Wanna has denied any knowledge of the crime and left Thailand six weeks before the attack with her husband. She’s volunteered to return to Thailand to clear her name.

“Maybe there were different people who previously stayed there. We have to ask Wanna who stayed there and whether she knew these people,” he said.

China Watching?

If the man arrested yesterday is, as the purported passport says, a Uighur from Xinjiang, China, he may very well be sought by Chinese authorities.

Thailand insists its soldiers nabbed him wandering near the border with Cambodia. Several unnamed sources have said they did get him at the border – after he was handed over by Cambodian security forces following his arrest at the Phnom Penh Airport, where he was about to board a flight to Turkey.
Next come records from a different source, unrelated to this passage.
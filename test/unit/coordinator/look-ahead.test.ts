import { setTimeout as sleep } from 'node:timers/promises';
import { describe, expect, it } from 'vitest';
import { lookAhead } from '../../../services/coordinator/look-ahead.ts';

async function collect<T>(items: AsyncIterable<T>): Promise<T[]> {
  const all: T[] = [];
  for await (const item of items) all.push(item);
  return all;
}

describe('looking ahead', () => {
  it('keeps the order of the items, whichever answer comes first', async () => {
    const answers = lookAhead([5, 1, 3, 0], (item) => sleep(item, item * 2), 3);
    expect(await collect(answers)).toEqual([
      [5, 10],
      [1, 2],
      [3, 6],
      [0, 0],
    ]);
  });

  it('asks no more than its width ahead of the reader', async () => {
    let asked = 0;
    let read = 0;
    let most = 0;
    const items = Array.from({ length: 50 }, (_, index) => index);
    const ask = (item: number) => {
      asked++;
      most = Math.max(most, asked - read);
      return Promise.resolve(item);
    };
    for await (const _ of lookAhead(items, ask, 8)) read++;
    expect(read).toBe(50);
    expect(most).toBeLessThanOrEqual(9);
  });

  it('throws a failure where its answer is read', async () => {
    const answers = lookAhead([1, 2, 3], (item) => (item === 2 ? Promise.reject(new Error('two')) : sleep(1)), 3);
    expect((await answers.next()).value?.[0]).toBe(1);
    await expect(answers.next()).rejects.toThrow('two');
  });

  it('ends at once without items', async () => {
    expect(await collect(lookAhead([], () => Promise.resolve(1), 4))).toEqual([]);
  });
});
Thailand’s insistence that didn’t happen could be to provide cover for Cambodian officials who would have felt pressure to hand him over the Beijing.

Xinjiang, named as his home by the alleged passport, is an enormous province that was the Wild West of Chinese expansion. To bolster its hold over the area, China encouraged ethnic Chinese to settle the area. The Uighurs, a Muslim and ethnically Turkic group who speak a language similar to Turkish, have pushed back, sometimes violently, against what they say has been oppression and abuse by these Han Chinese immigrants.

For this, China brands them terrorists and put the screws on Bangkok for many months to hand over a large group of Uighurs caught in the kingdom en route to Turkey.

In July, Thailand eventually capitulated, forcibly returning more than 100 of them to China against their will. Immediately, ultranationalists in Istanbul expressed their rage by storming Thailand’s diplomatic mission there.

The fact that Uighurs have never conducted an attack outside of Xinjiang made many experts skeptical of their involvement in the Bangkok attack. However others, most visibly IHS-Jane’s analyst Anthony Davis, have speculated it could have been carried out by a sympathetic group, such as the same Turkish right-wing elements.